E mentre le istituzioni europee prendono tempo, la mobilitazione sociale continua supportata dalle testimonianze di foto e video registrati in Kivu, che passano paradossalmente proprio attraverso quegli smartphone e quei PC prodotti da questo aberrante sistema. È di pochi mesi fa la conclusione della marcia Reggio Emilia-Bruxelles, che ha condotto John Mpaliza, l’attivista italo-congolese conosciuto come il “Peace Walking Man”, a marciare per mezza Europa per portare il suo messaggio di pace e chiedere all’UE di intervenire dinanzi ai massacri che si stanno compiendo nella città di Beni, in Kivu, sotto il silenzio della comunità internazionale. Anche questi assassini, un vero e proprio genocidio secondo alcuni testimoni, costituisce parte della lotta per accaparrarsi il controllo dei tanto preziosi minerali o anche una prosecuzione di quella pulizia etnica che ha trovato effettiva realizzazione in Ruanda nel 1994.

Una storia di violenza che è purtroppo diventata endemica e ripetitiva nella Repubblica Democratica del Congo dalla fine degli anni Novanta, quando il coltan iniziò a essere impiegato per la produzione di svariati materiali di alta tecnologia e divenne poi insostituibile soprattutto per gli smartphone.
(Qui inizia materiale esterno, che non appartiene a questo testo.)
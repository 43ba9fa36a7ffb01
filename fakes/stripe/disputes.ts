import { invalid } from "./errors";
import type { Params } from "./form";
import type { Charge, Dispute } from "./objects";
import { brandOf } from "./cards";
import type { World } from "./world";

const EVIDENCE_FIELDS = [
  "access_activity_log",
  "billing_address",
  "cancellation_policy",
  "cancellation_policy_disclosure",
  "cancellation_rebuttal",
  "customer_communication",
  "customer_email_address",
  "customer_name",
  "customer_purchase_ip",
  "customer_signature",
  "duplicate_charge_documentation",
  "duplicate_charge_explanation",
  "duplicate_charge_id",
  "product_description",
  "receipt",
  "refund_policy",
  "refund_policy_disclosure",
  "refund_refusal_explanation",
  "service_date",
  "service_documentation",
  "shipping_address",
  "shipping_carrier",
  "shipping_date",
  "shipping_documentation",
  "shipping_tracking_number",
  "uncategorized_file",
  "uncategorized_text",
] as const;

const RESPOND_DAYS = 9;
const REVIEW_MS = 200;

/** The card holder's bank takes the money back, and a fee with it. */
export function openDispute(world: World, charge: Charge, reason = "fraudulent"): Dispute {
  const account = charge._account;
  const amount = charge.amount_captured - charge.amount_refunded;
  const kept = world.kept("dp", account);
  const transaction = world.book(account, "adjustment", -amount, kept.id, {
    fee: world.settings.disputeFeeCents,
    feeDescription: "Dispute fee",
  });
  transaction.description = `Chargeback withdrawal for ${charge.id}`;
  const dispute = world.save(world.disputes, {
    ...kept,
    object: "dispute",
    amount,
    charge: charge.id,
    payment_intent: charge.payment_intent,
    status: "needs_response",
    balance_transactions: [transaction.id],
    evidence: { ...Object.fromEntries(EVIDENCE_FIELDS.map((field) => [field, null])), enhanced_evidence: {} },
    evidence_details: {
      due_by: kept.created + RESPOND_DAYS * 86_400,
      enhanced_eligibility: {},
      has_evidence: false,
      past_due: false,
      submission_count: 0,
      submission_method: "not_submitted",
    },
    is_charge_refundable: false,
    metadata: {},
    rest: {
      currency: "usd",
      enhanced_eligibility_types: [],
      intended_submission_method: null,
      livemode: false,
      payment_method_details: {
        type: "card",
        card: {
          brand: brandOf(charge._card ?? ""),
          case_type: "chargeback",
          network: brandOf(charge._card ?? ""),
          network_reason_code: "10.4",
        },
      },
      reason,
    },
  });
  charge.disputed = true;
  world.save(world.charges, charge);
  world.emit("charge.dispute.created", dispute, { account });
  world.emit("charge.dispute.funds_withdrawn", dispute, { account });
  world.later("lapse-dispute", dispute.id, RESPOND_DAYS * 86_400_000);
  return dispute;
}

/** Evidence is kept; submitted evidence is decided by the documented words "winning_evidence" and "losing_evidence". */
export function updateDispute(world: World, dispute: Dispute, params: Params): Dispute {
  if (dispute.status !== "needs_response")
    throw invalid("This dispute is already closed or under review.", "resource_invalid_state");
  const evidence = params.nested("evidence");
  for (const field of EVIDENCE_FIELDS)
    if (evidence.has(field)) dispute.evidence[field] = evidence.optional(field);
  dispute.metadata = params.metadata(dispute.metadata);
  dispute.evidence_details.has_evidence = EVIDENCE_FIELDS.some((field) => dispute.evidence[field] !== null);
  // Stripe submits at once unless told not to; evidence staged with submit=false waits.
  if (evidence.form && Object.keys(evidence.form).length > 0 && params.flag("submit") !== false) {
    dispute.status = "under_review";
    dispute.evidence_details.submission_count += 1;
    dispute.evidence_details.submission_method = "manual";
    world.timers.delete(`lapse-dispute:${dispute.id}`);
    const words = dispute.evidence.uncategorized_text;
    if (words === "winning_evidence" || words === "losing_evidence")
      world.later(words === "winning_evidence" ? "win-dispute" : "lose-dispute", dispute.id, REVIEW_MS);
  }
  world.save(world.disputes, dispute);
  world.emit("charge.dispute.updated", dispute, { account: dispute._account });
  return dispute;
}

/** The bank decides. A dispute that is won gives the money back, but not the fee. */
export function closeDispute(world: World, dispute: Dispute, outcome: "won" | "lost"): Dispute {
  if (dispute.status === "won" || dispute.status === "lost")
    throw invalid("This dispute is already closed.", "resource_invalid_state");
  dispute.status = outcome;
  world.timers.delete(`lapse-dispute:${dispute.id}`);
  if (outcome === "won") {
    const transaction = world.book(dispute._account, "adjustment", dispute.amount, dispute.id);
    transaction.reporting_category = "dispute_reversal";
    transaction.description = `Chargeback reversal for ${dispute.charge}`;
    dispute.balance_transactions.push(transaction.id);
  }
  world.save(world.disputes, dispute);
  world.emit("charge.dispute.closed", dispute, { account: dispute._account });
  if (outcome === "won")
    world.emit("charge.dispute.funds_reinstated", dispute, { account: dispute._account });
  return dispute;
}
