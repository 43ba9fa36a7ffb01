import { eq } from "drizzle-orm";
import { beforeEach, describe, expect, it } from "vitest";
import type { Db } from "@/db/client";
import { ledgerViolations } from "@/db/queries/ledger";
import { batches, briefVersions, classes, images } from "@/db/schema";
import type { Actor } from "@/lib/auth/actor";
import { saveQualityAndPay, setAgreementTarget } from "@/lib/market/batches/editBatch";
import { publishBatch, setPaused } from "@/lib/market/batches/publishBatch";
import { freshDb } from "@/tests/support/db";
import {
  cents,
  draftBatch,
  holdOf,
  image,
  imagesOf,
  join,
  person,
  publish,
  PAY,
  refusalOf,
  refusalText,
  START_MS,
  statusOf,
  team,
  versionOf,
} from "@/tests/support/market";

let db: Db;
let owner: Actor;
let teamId: string;
let batchId: string;
beforeEach(() => {
  db = freshDb();
  owner = person(db, "requester");
  teamId = team(db, owner, 10_000);
  batchId = draftBatch(db, owner, teamId, { imageCount: 4, kMin: 2, kMax: 3 });
});

const unchanged = () => {
  expect(statusOf(db, batchId)).toBe("draft");
  expect(cents(db, "wallet", teamId)).toBe(10_000);
  expect(cents(db, "escrow", batchId)).toBe(0);
  expect(imagesOf(db, batchId).every((row) => row.slotsWanted === 0)).toBe(true);
};

describe("funding a batch", () => {
  it("holds the quoted worst case in escrow and opens the batch", () => {
    publish(db, owner, batchId);
    // 4 images x 3 people x (40 cents + 6 cents of fee)
    expect(cents(db, "escrow", batchId)).toBe(552);
    expect(cents(db, "wallet", teamId)).toBe(10_000 - 552);
    expect(statusOf(db, batchId)).toBe("open");
    expect(imagesOf(db, batchId).map((row) => row.slotsWanted)).toEqual([2, 2, 2, 2]);
    expect(ledgerViolations(db)).toEqual([]);
  });

  it("is done once: the second click is a conflict and holds nothing more", () => {
    publish(db, owner, batchId);
    expect(refusalOf(() => publish(db, owner, batchId))).toBe("conflict");
    expect(cents(db, "escrow", batchId)).toBe(552);
  });

  it("refuses a page that is older than the batch", () => {
    const versionSeen = versionOf(db, batchId);
    setAgreementTarget({ actor: owner, nowMs: START_MS, batchId, target: 0.8 });
    const worstCentsSeen = holdOf(db, batchId);
    const attempt = () =>
      publishBatch({ actor: owner, nowMs: START_MS, batchId, versionSeen, worstCentsSeen });
    expect(refusalText(attempt)).toMatch(/changed since you opened/);
    unchanged();
  });

  it("refuses when the cost is no longer the one that was shown", () => {
    const versionSeen = versionOf(db, batchId);
    const worstCentsSeen = holdOf(db, batchId);
    image(db, batchId, { ordinal: 9 }); // one more picture finished its check
    const attempt = () =>
      publishBatch({ actor: owner, nowMs: START_MS, batchId, versionSeen, worstCentsSeen });
    expect(refusalText(attempt)).toMatch(/cost changed/);
    unchanged();
  });

  it("refuses when the wallet lacks a cent, and takes exactly enough", () => {
    const poor = team(db, owner, 551);
    const tooDear = draftBatch(db, owner, poor, { imageCount: 4, kMin: 2, kMax: 3 });
    expect(refusalText(() => publish(db, owner, tooDear))).toMatch(/wallet does not hold enough/);
    expect([cents(db, "wallet", poor), statusOf(db, tooDear)]).toEqual([551, "draft"]);
    const exact = team(db, owner, 552);
    const fits = draftBatch(db, owner, exact, { imageCount: 4, kMin: 2, kMax: 3 });
    publish(db, owner, fits);
    expect([cents(db, "wallet", exact), statusOf(db, fits)]).toEqual([0, "open"]);
  });

  it.each<[string, RegExp, () => void]>([
    ["without pictures", /at least one picture/, () => db.delete(images).run()],
    ["while a picture is checked", /still on the way/, () => void image(db, batchId, { status: "checking" })],
    ["while a picture is awaited", /still on the way/, () => void image(db, batchId, { status: "awaiting" })],
    ["without a class", /at least one class/, () => db.delete(classes).run()],
    ["without a brief", /brief/, () => db.delete(briefVersions).run()],
    [
      "without pay",
      /pay above zero/,
      () => db.update(batches).set({ baseCents: 0, boxCents: 0, polygonCents: 0 }).run(),
    ],
  ])("is refused %s", (_what, why, spoil) => {
    spoil();
    expect(refusalText(() => publish(db, owner, batchId))).toMatch(why);
    unchanged();
  });

  it("holds nothing for a refused picture, which nobody will draw", () => {
    image(db, batchId, { status: "refused", refusal: "Not a picture.", ordinal: 9 });
    publish(db, owner, batchId);
    expect(cents(db, "escrow", batchId)).toBe(552);
    expect(imagesOf(db, batchId).at(-1)?.slotsWanted).toBe(0);
  });

  it("takes an editor or owner of the team: a viewer is forbidden, an outsider finds nothing", () => {
    const viewer = person(db, "requester");
    const editor = person(db, "requester");
    join(db, teamId, viewer, "viewer");
    join(db, teamId, editor, "editor");
    expect(refusalOf(() => publish(db, viewer, batchId))).toBe("forbidden");
    expect(refusalOf(() => publish(db, person(db, "requester"), batchId))).toBe("not_found");
    expect(refusalOf(() => publish(db, person(db, "admin"), batchId))).toBe("not_found");
    unchanged();
    publish(db, editor, batchId);
    expect(statusOf(db, batchId)).toBe("open");
  });

  it("fixes the pay: it cannot be changed afterwards", () => {
    publish(db, owner, batchId);
    const input = {
      ...PAY,
      kMin: 2,
      kMax: 3,
      agreementTarget: 0.7,
      expectedInstances: 3,
      floorHourlyCents: 0,
    };
    const attempt = () =>
      saveQualityAndPay({
        actor: owner,
        nowMs: START_MS,
        batchId,
        input: { ...input, capCents: 100, versionSeen: versionOf(db, batchId) },
      });
    expect(refusalOf(attempt)).toBe("conflict");
    expect(db.select().from(batches).where(eq(batches.id, batchId)).get()?.capCents).toBe(40);
  });
});

describe("pausing", () => {
  it("stops and goes on, and a second click is a conflict", () => {
    publish(db, owner, batchId);
    setPaused({ actor: owner, nowMs: START_MS, batchId, paused: true });
    expect(statusOf(db, batchId)).toBe("paused");
    expect(refusalOf(() => setPaused({ actor: owner, nowMs: START_MS, batchId, paused: true }))).toBe(
      "conflict",
    );
    setPaused({ actor: owner, nowMs: START_MS, batchId, paused: false });
    expect(statusOf(db, batchId)).toBe("open");
  });

  it("of a draft is a conflict", () => {
    expect(refusalOf(() => setPaused({ actor: owner, nowMs: START_MS, batchId, paused: true }))).toBe(
      "conflict",
    );
  });
});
Da allora il nuovo commercio triangolare è stato costruito a partire dal processo dalla materie prime congolesi, le più abbondanti e “straordinariamente” a basso costo, al netto degli indicibili danni umani e ambientali, prosegue poi col trasferimento per la produzione nel Sud-Est Asiatico e la vendita in tutto il mondo, e si conclude infine nelle immense discariche di tecnologia ospitate sempre dall’Africa, in particolare dal Ghana, frutto del frenetico processo di consumismo tecnologico. Uno sfruttamento effettivamente globale e che solo mediante un pressante richiesta globale dal basso sarà possibile stroncare.